# Saturday Pineview



## cbassonafly (Oct 5, 2012)

Decided to try out Pineview yesterday morning, we were determined to go out whether the snow storm was bad or not. Luckily the snow storm wasn't a factor, the canyon was the only delay, they were doing some snow removal and that slowed us down. but we got on the ice (cemetery point) around 7:30, drilled some holes and my friend got a hit then i got a hit. Having caught two quickly we set up the tent and started fishing. We caught quite a few perch in our first spot, it was fast action from start to around 9:00 AM then it died down. The crowd started to gather around us so we decided to move down the shoreline away from the noise. After drilling holes and setting the tent up again we stayed in this spot till around 1:00 then packed it up for the day. The second spot was more productive than the first, the fish would come in waves it seemed like as we'd get bites for a solid 15 min then it would slow, then pick up a few minutes later. Regardless we were catching fish and having a lot of fun.

Earlier in the morning wax worms were working really well anywhere from right off the bottom to about 10" off the bottom. Then we started tipping our jigs with some perch meat and that seemed to really work well, we were in about 25-30 FOW. My friend was using some jammin jigs, didnt seem to matter what color. I was catching fish off a white ratfinki and a glow in the dark chironimid i tied the night before. We were satisfied with the days catch and how many perch we caught. We could hear a guy a little ways from us complaining how the fishing wasnt very hot and that he'd read a blog saying the cemetery point was producing, and he thought it was a joke. I've been skunked before so i know the feeling, but I couldnt help but look down at the pile of perch we caught and smile :lol: it was a great day for us!
[attachment=3:yfyjxe1f]IMG_1085 (200x150).jpg[/attachment:yfyjxe1f]
[attachment=2:yfyjxe1f]IMG_1084 (200x150).jpg[/attachment:yfyjxe1f]
[attachment=1:yfyjxe1f]IMG_1093 (150x200).jpg[/attachment:yfyjxe1f]
[attachment=0:yfyjxe1f]IMG_1092 (150x200).jpg[/attachment:yfyjxe1f]


----------



## ram2h2o (Sep 11, 2007)

How are the ice conditions on Pineview?


----------



## cbassonafly (Oct 5, 2012)

ram2h2o said:


> How are the ice conditions on Pineview?


The edges were solid for us, and the ice is well over 12". Makes me wish I had a power auger, drilling holes with the ice that thick with a hand auger gets old....


----------



## ram2h2o (Sep 11, 2007)

Do you think it would be OK for a snowmobile to pull sled?


----------



## cbassonafly (Oct 5, 2012)

I didn't see any snowmobiles out.
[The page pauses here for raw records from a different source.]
//! The second sheet: the note to the agencies.

use std::collections::BTreeSet;

use crate::mix::limits::Group;
use crate::mix::{Spread, TargetStanding};
use crate::problem::Weight;
use crate::record::METHOD;
use crate::report::caution;
use crate::report::page::{Block, Table};
use crate::report::text::learned::{applied_words, values};
use crate::site::Site;
use crate::target::Target;
use crate::tasks::Context;
use crate::tasks::Freshness;
use crate::tasks::log::Skill;
use crate::tasks::note::{NoteAnswer, Subject};
use crate::tasks::river::{Timely, Way, Which};
use crate::units::say;

use super::words::{aired, asks, banded, flow, gates, moment, named, percent, stands, subject};
use super::{pictures, ranked, season};

/// Cautions told before the rest is counted (choice: the note is to fit a page).
const CAUTIONS: usize = 6;

pub(super) fn sheet(context: &Context, answer: &NoteAnswer) -> Vec<Block> {
    let mut out = vec![Block::Sheet, Block::Heading(1, "Agency note".to_owned())];
    out.push(Block::Facts(facts(context, answer)));
    if answer.why.is_none() {
        out.push(Block::Blanks(vec!["Why it is done".to_owned()]));
    }
    out.extend(expected(context, answer).map(Block::Table));
    out.extend(targets(context.site(), answer));
    out.extend(ahead(context.site(), answer));
    out.extend(pictures::pictures(context, answer));
    out.extend(ranked::blocks(context, answer));
    out.extend(season::blocks(context, answer));
    out.extend(next(context, answer));
    out.push(Block::Heading(2, "What it rests on".to_owned()));
    out.push(Block::Words(data(context, answer).join(" ")));
    out.push(Block::Words(caution().to_owned()));
    out
}

fn facts(context: &Context, answer: &NoteAnswer) -> Vec<(String, String)> {
    let site = context.site();
    let release = &answer.mix.mix.release;
    let mut out = vec![
        ("Written for".to_owned(), format!("{} ({})", moment(site, context.on), context.on_from.words())),
        ("Of".to_owned(), subject(answer)),
    ];
    let set = gates(site, &answer.mix.setting);
    let (label, from) = if answer.stands {
        ("Stands", String::new())
    } else {
        ("Planned", format!(", from {} on", moment(site, answer.begins)))
    };
    out.push((label.to_owned(), format!("{set}; in all {}{from}", flow(release.flow_m3s))));
    out.extend(answer.why.clone().map(|why| ("Why".to_owned(), why)));
    out.extend(answer.remarks.clone().map(|remarks| ("Remarks".to_owned(), remarks)));
    out
}

/// What is expected at the dam and at every point, beside what there is now.
fn expected(context: &Context, answer: &NoteAnswer) -> Option<Table> {
    let of = |which: Which| answer.river.ways.iter().find(|way| way.which == which);
    // a setting that stands already is told once, as what is now
    let (way, now) = match of(Which::Tried) {
        Some(tried) => (tried, of(Which::Now)),
        None => (of(Which::Now)?, None),
    };
    let points = context.site().river.as_ref().map_or(&[][..], |river| &river.points);
    let row = |place: Option<usize>| {
        let name = place.map_or("the dam", |point| points.get(point).map_or("", |point| &point.name));
        let [warm, air] = figures(way, place);
        let mut row = vec![name.to_owned(), warm, air];
        if let Some(now) = now {
            let [warm, _] = figures(now, place);
            // without its band, which is much like the other's
            row.push(warm.split(" [").next().unwrap_or_default().to_owned());
        }
        row
    };
    let mut head = vec!["Place".to_owned(), "Temperature".to_owned(), "Oxygen".to_owned()];
    if now.is_some() {
        head.push("Temperature before".to_owned());
    }
    Some(Table {
        caption: "Expected, means of a day; brackets hold 10-90 % of our perturbed cases".to_owned(),
        head,
        rows: std::iter::once(None).chain((0..points.len()).map(Some)).map(row).collect(),
        right: Vec::new(),
    })
}

/// Temperature and oxygen of a release at a place, each with its band.
fn figures(way: &Way, place: Option<usize>) -> [String; 2] {
    let Some(point) = place else {
        let spread = way.at_dam();
        return [
            banded(way.temperature_c(), spread.band_c()),
            aired(way.oxygen_mg_l(), spread.band_oxygen_mg_l()),
        ];
    };
    let mut arriving = way
        .course
        .iter()
        .flat_map(|course| &course.points)
        .zip(way.spreads.iter().map(Some).chain(std::iter::repeat(None)));
    match arriving.find(|(at, _)| at.point == point) {
        None => ["not known".to_owned(), "not known".to_owned()],
        Some((at, spread)) => [
            banded(at.figures.mean_c, spread.and_then(Spread::band_c)),
            aired(at.figures.oxygen_mean_mg_l, spread.and_then(Spread::band_oxygen_mg_l)),
        ],
    }
}

/// How it stands against every target of the date.
fn targets(site: &Site, answer: &NoteAnswer) -> Vec<Block> {
    let source = |rule: &Target| rule.source.clone().unwrap_or_else(|| "no source given".to_owned());
    let rules = answer.mix.mix.targets.iter().filter_map(|standing| site.targets.get(standing.target));
    let sources: BTreeSet<String> = rules.map(source).collect();
    // one source of all is told once
    let same = sources.first().filter(|_| sources.len() == 1);
    let row = |standing: &TargetStanding| {
        let rule = site.targets.get(standing.target)?;
        let wish = if standing.wish { " (a wish)" } else { "" };
        let governs = if standing.governs { "; governs" } else { "" };
        let mut row = vec![
            format!("{}{wish}", named(rule)),
            asks(rule),
            format!("{}{governs}", stands(standing, rule)),
            percent(standing.share_inside_both.or(standing.share_inside)),
        ];
        row.extend(same.is_none().then(|| source(rule)));
        Some(row)
    };
    let rows: Vec<Vec<String>> = answer.mix.mix.targets.iter().filter_map(row).collect();
    if rows.is_empty() {
        return vec![Block::Words("No target is valid on this date.".to_owned())];
    }
    vec![Block::Table(Table {
        caption: format!(
            "Against the targets of this date; the share inside is of our perturbed cases{}",
            same.map_or_else(String::new, |source| format!("; source: {source}"))
        ),
        head: ["Target", "Asks", "Stands", "Inside", "Source"]
            .into_iter()
            .take(if same.is_some() { 4 } else { 5 })
            .map(str::to_owned)
            .collect(),
        rows,
        right: vec![3],
    })]
}

/// What is missed down the river in the days ahead, if the release is held.
fn ahead(site: &Site, answer: &NoteAnswer) -> Option<Block> {
    let points = site.river.as_ref().map_or(&[][..], |river| &river.points);
    let way = answer.river.spoken()?.which;
    let one = |t: &Timely| {
        let (point, rule) = (points.get(t.point)?, site.targets.get(t.target)?);
        let (on, _, by) = t.worst;
        let by = if rule.statistic.is_sum() { format!("{by:.0} days") } else { say::dc(by, 1).to_string() };
        let days = if t.days == 1 { "1 day".to_owned() } else { format!("{} days", t.days) };
        Some(format!(
            "at {} {} is missed for {days} from {}, by {by} on {}; a change must leave the dam by {}",
            point.name,
            rule.name,
            t.day,
            on,
            moment(site, t.leave_by)
        ))
    };
    let all: Vec<String> = answer.river.timely.iter().filter(|t| t.which == way).filter_map(one).collect();
    (!all.is_empty()).then(|| Block::Warning(format!("If this release is held, {}.", all.join("; "))))
}

/// When it is decided again, and what would end it earlier.
fn next(context: &Context, answer: &NoteAnswer) -> Vec<Block> {
    let decided = match answer.subject {
        Subject::Decision(id) => context.log.log.decision(id),
        Subject::FirstRanked | Subject::Named => None,
    };
    let until = decided.and_then(|decided| decided.decision.until).map(|until| until.to_string());
    let trigger = decided.and_then(|decided| decided.decision.trigger.clone());
    let mut facts = Vec::new();
    let mut blanks = Vec::new();
    for (label, text) in [("Decided again by", until), ("Earlier when", trigger)] {
        match text {
            Some(text) => facts.push((label.to_owned(), text)),
            None => blanks.push(label.to_owned()),
        }
    }
    let facts = (!facts.is_empty()).then_some(Block::Facts(facts));
    let blanks = (!blanks.is_empty()).then_some(Block::Blanks(blanks));
    facts.into_iter().chain(blanks).collect()
}

/// Cast, records, weather, limits, cautions and the program.
fn data(context: &Context, answer: &NoteAnswer) -> Vec<String> {
    let site = context.site();
    let profile = &context.profile;
    let taken = profile.taken.map_or_else(|| "at an unknown time".to_owned(), |at| moment(site, at));
    let age = context.age_days.map_or_else(String::new, |days| format!(", {days:.0} days old"));
    let flags = profile.flags.iter().filter(|p| p.weight == Weight::Flag).count();
    let flags = match flags {
        0 => "nothing flagged".to_owned(),
        1 => "1 flag".to_owned(),
        count => format!("{count} flags"),
    };
    let mut out = vec![format!(
        "Cast {taken}{age} ({}), under a pool of {}: {flags}.",
        Freshness::of(site, context.age_days).word(),
        say::m(profile.pool_m, 2)
    )];
    out.push(records(context));
    let weather = context.conditions.weather.last_day();
    out.push(match weather {
        Some(last) => format!("Weather by day to {last}."),
        None if site.river.as_ref().is_some_and(|river| river.surface.is_some()) => {
            "Air over the river by the site file, no weather by day.".to_owned()
        }
        None => "No weather is told.".to_owned(),
    });
    out.push(foreseen(&answer.skill));
    out.extend(learned(context, answer));
    // what a change costs the crew is the order's
    let unchecked = answer.not_checked.iter().filter(|one| one.rule.group() != Group::Convenience);
    let names: BTreeSet<&str> = unchecked.map(|one| one.rule.name()).collect();
    if !names.is_empty() {
        let names: Vec<&str> = names.into_iter().collect();
        out.push(format!("Limits not checked, by outlet in the change order: {}.", names.join(", ")));
    }
    let cautions = answer.cautions.iter().take(CAUTIONS).map(|words| format!("{words}."));
    out.extend(cautions);
    if answer.cautions.len() > CAUTIONS {
        out.push(format!("{} more cautions: gatemix mix.", answer.cautions.len() - CAUTIONS));
    }
    // the season has more inputs, its plans
    let inputs = answer.season.as_ref().map_or(&context.fingerprint, |season| &season.fingerprint);
    out.push(format!("gatemix {}, {METHOD}; inputs {inputs}.", env!("CARGO_PKG_VERSION")));
    out
}

/// How well the release of past days was foreseen.
fn foreseen(skill: &Skill) -> String {
    let Some(misfit) = skill.temperature.misfit else {
        return format!(
            "No past day can be held against the gauge below the dam: an honest resolution is about {}.",
            say::dc(1.0, 1)
        );
    };
    format!(
        "On {} days held against the gauge below the dam it read {} beside what is computed with nothing learned, {} \
         root mean square, inside the band of the day on {} of {}.",
        skill.temperature.n,
        say::dc(misfit.bias, 2).signed(),
        say::dc(misfit.rmse, 2),
        skill.temperature.inside,
        skill.temperature.with_band
    )
}

/// What was learned of the gauge and is applied, and what is expected without it.
fn learned(context: &Context, answer: &NoteAnswer) -> Option<String> {
    let Some(applied) = applied_words(context.site()) else {
        let learned = &answer.skill.learning.learned;
        let unused = values(context.site(), learned);
        return match (learned.has_effect(), answer.skill.temperature.misfit) {
            (true, _) => Some(format!("This teaches {unused}; none of it is applied to this note.")),
            (false, Some(_)) => Some("Nothing learned of it is applied.".to_owned()),
            (false, None) => None,
        };
    };
    let without = answer.mix.without.as_ref().map(|without| {
        let warm = banded(without.temperature_c, without.spread.band_c());
        format!(
            "; without it {warm}, oxygen {}",
            aired(without.oxygen_mg_l, without.spread.band_oxygen_mg_l())
        )
    });
    Some(format!("Learned of the gauge: {applied}{}.", without.unwrap_or_default()))
}

/// What was recorded in the river, and to when.
fn records(context: &Context) -> String {
    let observed = &context.conditions.observed;
    let one = |(point, record): (&String, &crate::series::Record)| {
        let last = record.temperature_c.readings().last().map(|reading| reading.0);
        let last = last.map_or_else(|| "empty".to_owned(), |at| format!("to {}", moment(context.site(), at)));
        format!("{point} {last}")
    };
    let all: Vec<String> = observed.iter().map(one).collect();
    if all.is_empty() {
        "No record of the river.".to_owned()
    } else {
        format!("Records of the river: {}.", all.join("; "))
    }
}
Not owning one myself or ever taking one out on the ice I really wouldn't know what is considered safe for snowmobiles. Anyone out there know if pineview is ok for snowmobiles?


----------



## bwhntr (Sep 12, 2007)

Yes it is safe for snowmobiles.


----------



## Kingfisher (Jul 25, 2008)

if its safe to walk on, its safe for snowmobiles. the key is pounds per square inch of pressure. if you weigh 200 pounds and have size 10 boots, about 12 inches long by 5 inches wide that is 60 square inches that is about 3.3 lbs per square inch of pressure on the ice. (because you walk and at times the whole 200 lbs is on one foot) now take a snowmobile that weighs 600 lbs with the same person so a total of 800 lbs distributed over 2 skiis and a track. lets say its a short track sled, a 136. thats about 4 feet of track by 16 inches wide for a total area of 768 square inches. the skiss are 3 feet long and 5 inches wide for an area or 180 times 2 is 360 for a total area of 1128 square inches. so take your 800 lbs divide by the area and you get 0.71 lbs per square inch of pressure on the ice. walking on the ice puts nearly 5 times more pressure than the snowmobile does.

and that my friends is the reason that when you step off your sled which has been wonderfully sliding on top of the snow, you sink up to your nards. its pounds per square inch. the same on the ice. it may be safe for you on a snowmobile but if you step off, you may go thru the ice. that said... always wait for 4 inches of good ice.


----------



## skeet4l (Sep 11, 2007)

I was on the ice with a snowmobile and sled Saturday and all was good. There was no slush around the edge at the port ramp. Skeet


----------